Examine the material below. Gather every line in which the string "ReadContext" appears.
---
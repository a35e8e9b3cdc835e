//! The `network` stage: codes sent in packets over a network with a variable delay, into a jitter buffer.
//!
//! Codes are grouped into packets of P = round(`packet` x fs) codes (fs the rate the codes arrive at, the
//! ADC's). A packet is sent when its last code arrives. It takes `delay` + J to cross the network, J drawn
//! afresh for each packet from `jitter_law` with standard deviation `jitter` and mean zero (so `delay` is the
//! mean one-way delay whatever the law). The receiver plays the packet out at send + `delay` +
//! `jitter_buffer`, its codes at the pace they were sent; a packet that arrives after that instant
//! (J > `jitter_buffer`) is lost: it is counted, the instant its first code should have played is kept, and
//! its codes are concealed: `concealment = "repeat"` plays the last packet received again (mid-scale before
//! any arrived), `"silence"` plays mid-scale codes (2^(N-1) of an N-bit offset-binary word, the zero of an
//! audio word). Every code therefore leaves (P - 1)/fs + `delay` + `jitter_buffer` after it arrived (the
//! packet's fill time plus the playout instant), lost or not: this is the stage's budget. A partial packet
//! at the end of a run is never sent.
//!
//! The laws of J (sigma = `jitter`), all of mean zero:
//! - `"fixed"`: J = 0 (`jitter` must then be 0);
//! - `"uniform"`: uniform on [-sqrt(3) sigma, sqrt(3) sigma];
//! - `"normal"`: Gaussian N(0, sigma^2); the fraction lost is the normal tail Q(jitter_buffer / sigma);
//! - `"pareto"`: heavy-tailed, one-sided queueing: J = X - E[X], X Pareto of shape (tail index) alpha =
//!   `jitter_shape` (> 2, so the variance is finite) and scale x_m, P(X > x) = (x_m / x)^alpha for x >= x_m,
//!   E[X] = alpha x_m / (alpha - 1), Var X = x_m^2 alpha / ((alpha - 1)^2 (alpha - 2)); x_m is set so the
//!   standard deviation is sigma. The fraction lost is (x_m / (jitter_buffer + E[X]))^alpha.
//!   (Pareto law: N. L. Johnson, S. Kotz and N. Balakrishnan, "Continuous Univariate Distributions", vol. 1,
//!   2nd ed., 1994, chapter 20.)

use rand::RngExt;
use rand_chacha::ChaCha8Rng;
use rand_distr::{Distribution, StandardNormal};
use serde::Serialize;

use crate::engine::pipeline::si;
use crate::error::{Error, Result};
use crate::format::reader::{ScenarioError, TableReader};
use crate::format::units::Dimension;
use crate::signal::stream::CodeEvent;
use crate::stages::kind::{
    Ablation, BuildContext, KeyEdit, KindSpec, Param, ParamKind, ReadContext, Role, Runtime,
    Upstream, mechanism,
};
use crate::stages::roles::{BudgetLine, CodeStage};

/// The most loss instants kept for the report (the count is always complete).
pub const LOSS_TIMES_MAX: usize = 1000;

/// How the network's extra delay J is distributed.
#[derive(Debug, Clone, Copy, PartialEq, Eq, Serialize)]
#[serde(rename_all = "snake_case")]
pub enum JitterLaw {
    Fixed,
    Uniform,
    Normal,
    Pareto,
}

/// What a lost packet is replaced with.
#[derive(Debug, Clone, Copy, PartialEq, Eq, Serialize)]
#[serde(rename_all = "snake_case")]
pub enum Concealment {
    /// The last packet received, again.
    Repeat,
    /// Mid-scale codes.
    Silence,
}

/// `kind = "network"`: packets over a network with jitter, into a jitter buffer.
#[derive(Debug, Clone, Copy, PartialEq, Serialize)]
pub struct NetworkCfg {
    /// Packet interval as written (s).
    pub packet_s: f64,
    /// Codes per packet: round(packet x fs) (resolved from the ADC's rate; 0 until resolved).
    pub packet_codes: u32,
    /// Mean one-way delay (s).
    pub delay_s: f64,
    /// Standard deviation of the one-way delay (s).
    pub jitter_s: f64,
    pub jitter_law: JitterLaw,
    /// Pareto tail index (used by the pareto law only).
    pub jitter_shape: f64,
    /// Playout this long after the mean arrival (s).
    pub jitter_buffer_s: f64,
    pub concealment: Concealment,
}

impl NetworkCfg {
    /// Codes per packet at `sample_rate_hz`.
    pub fn codes_per_packet(&self, sample_rate_hz: f64) -> u32 {
        (self.packet_s * sample_rate_hz).round().max(0.0) as u32
    }

    /// The latency every code takes for codes arriving at `sample_rate_hz`: (P - 1)/fs + delay +
    /// jitter_buffer (s).
    pub fn latency_s(&self, sample_rate_hz: f64) -> f64 {
        let p = self.codes_per_packet(sample_rate_hz).max(1);
        (f64::from(p) - 1.0) / sample_rate_hz + self.delay_s + self.jitter_buffer_s
    }

    /// The Pareto law's scale x_m and mean for standard deviation `jitter_s` and shape `jitter_shape`.
    fn pareto_scale_mean(&self) -> (f64, f64) {
        let a = self.jitter_shape;
        let xm = self.jitter_s * (a - 1.0) * ((a - 2.0) / a).sqrt();
        (xm, a * xm / (a - 1.0))
    }

    /// The probability that a packet is lost: P(J > jitter_buffer) (for tests and documentation; the normal
    /// law's tail is not computed here).
    pub fn loss_probability(&self) -> Option<f64> {
        let (s, d) = (self.jitter_s, self.jitter_buffer_s);
        match self.jitter_law {
            _ if s == 0.0 => Some(0.0),
            JitterLaw::Fixed => Some(0.0),
            JitterLaw::Uniform => {
                let h = 3f64.sqrt() * s;
                Some(((h - d) / (2.0 * h)).clamp(0.0, 1.0))
            }
            JitterLaw::Pareto => {
                let (xm, mean) = self.pareto_scale_mean();
                Some((xm / (d + mean)).min(1.0).powf(self.jitter_shape))
            }
            JitterLaw::Normal => None,
        }
    }
}

const LAWS: &[(&str, JitterLaw)] = &[
    ("fixed", JitterLaw::Fixed),
    ("uniform", JitterLaw::Uniform),
    ("normal", JitterLaw::Normal),
    ("pareto", JitterLaw::Pareto),
];
const CONCEALMENTS: &[(&str, Concealment)] = &[
    ("repeat", Concealment::Repeat),
    ("silence", Concealment::Silence),
];

impl KindSpec for NetworkCfg {
    const NAME: &'static str = "network";
    const ROLE: Role = Role::Code;
    const EXAMPLE: &'static str = r#"packet = "1 ms"
delay = "2 ms"
jitter = "0.2 ms"
jitter_law = "normal"
jitter_buffer = "1 ms"
concealment = "repeat""#;
    const PARAMS: &'static [Param] = &[
        Param::fixed("packet", ParamKind::Quantity(Dimension::Time)),
        Param::spread("delay", Dimension::Time),
        Param::spread("jitter", Dimension::Time),
        Param::fixed(
            "jitter_law",
            ParamKind::Choice(&["fixed", "uniform", "normal", "pareto"]),
        ),
        Param::fixed("jitter_shape", ParamKind::Number),
        Param::spread("jitter_buffer", Dimension::Time),
        Param::fixed("concealment", ParamKind::Choice(&["repeat", "silence"])),
    ];

    fn read(
        r: &mut TableReader<'_, '_>,
        _ctx: &ReadContext,
    ) -> std::result::Result<Self, ScenarioError> {
        let packet_s = r.req_positive("packet", Dimension::Time, "\"1 ms\"")?.value;
        let delay_s = r.non_negative("delay", Dimension::Time)?;
        let law = r.choice("jitter_law", LAWS)?;
        let jitter_law = law.as_ref().map_or(JitterLaw::Normal, |l| l.value);
        let jitter_s = match r.quantity("jitter", Dimension::Time)? {
            None => 0.0,
            Some(q) if q.value < 0.0 => {
                return Err(r.error(
                    &q.span,
                    "jitter",
                    format!("must not be negative, found {}", si(q.value, "s")),
                ));
            }
            Some(q) if q.value > 0.0 && jitter_law == JitterLaw::Fixed => {
                return Err(r
                    .error(
                        &q.span,
                        "jitter",
                        format!(
                            "a fixed law has no spread, found jitter = {}",
                            si(q.value, "s")
                        ),
                    )
                    .with_hint(
                        "remove jitter, or choose jitter_law = \"uniform\", \"normal\" or \"pareto\"",
                    ));
            }
            Some(q) => q.value,
        };
        let jitter_shape = match r.number("jitter_shape")? {
            None => 3.0,
            Some(s) if jitter_law != JitterLaw::Pareto => {
                return Err(r
                    .error(&s.span, "jitter_shape", "only the pareto law has a shape")
                    .with_hint("remove jitter_shape, or set jitter_law = \"pareto\""));
            }
            Some(s) if !(s.value > 2.0 && s.value <= 100.0) => {
                return Err(r
                    .error(
                        &s.span,
                        "jitter_shape",
                        format!("must be above 2 and at most 100, found {}", s.value),
                    )
                    .with_hint(
                        "it is the Pareto tail index alpha; at or below 2 the delay has no finite \
                         standard deviation (3 is a heavy tail)",
                    ));
            }
            Some(s) => s.value,
        };
        let has_buffer = r.has("jitter_buffer");
        let jitter_buffer_s = r.non_negative("jitter_buffer", Dimension::Time)?;
        if jitter_s > 0.0 && !has_buffer {
            return Err(r
                .missing("jitter_buffer", "\"3 ms\"")
                .with_hint(format!(
                    "a jittered network needs a jitter buffer: how long after the mean arrival packets \
                     are played (packets later than that are lost), e.g. jitter_buffer = \"{}\" (3 x jitter)",
                    si(3.0 * jitter_s, "s")
                )));
        }
        let concealment = r
            .choice("concealment", CONCEALMENTS)?
            .map_or(Concealment::Repeat, |c| c.value);
        Ok(NetworkCfg {
            packet_s,
            packet_codes: 0,
            delay_s,
            jitter_s,
            jitter_law,
            jitter_shape,
            jitter_buffer_s,
            concealment,
        })
    }

    fn resolve(&mut self, up: &mut Upstream) {
        if let Some(fs) = up.sample_rate_hz {
            self.packet_codes = self.codes_per_packet(fs);
        }
    }

    fn ablations(&self) -> Vec<Ablation> {
        if self.jitter_s > 0.0 {
            vec![Ablation::new(
                mechanism::<Self>("jitter"),
                "jitter = 0",
                vec![KeyEdit::Set("jitter", 0.0)],
            )]
        } else {
            Vec::new()
        }
    }

    /// The packet interval, the mean delay and the jitter buffer.
    fn transport_s(&self, sample_rate_hz: f64) -> f64 {
        f64::from(self.codes_per_packet(sample_rate_hz).max(1)) / sample_rate_hz
            + self.delay_s
            + self.jitter_buffer_s
    }

    fn build(&self, ctx: &mut BuildContext) -> Result<Runtime> {
        let fs = ctx.upstream.sample_rate_hz.ok_or_else(|| {
            Error::BadInput(format!("{}: a network needs an ADC before it", ctx.label))
        })?;
        if self.codes_per_packet(fs) == 0 {
            return Err(Error::BadInput(format!(
                "{}: the packet ({}) is shorter than one sample at {}",
                ctx.label,
                si(self.packet_s, "s"),
                si(fs, "Hz")
            )));
        }
        Ok(Runtime::Code(Box::new(Network::new(
            self,
            fs,
            ctx.upstream.width_bits,
            ctx.rng.clone(),
            ctx.label.clone(),
        ))))
    }
}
---
## Answer to this problem:
    Ablation, BuildContext, KeyEdit, KindSpec, Param, ParamKind, ReadContext, Role, Runtime,
        _ctx: &ReadContext,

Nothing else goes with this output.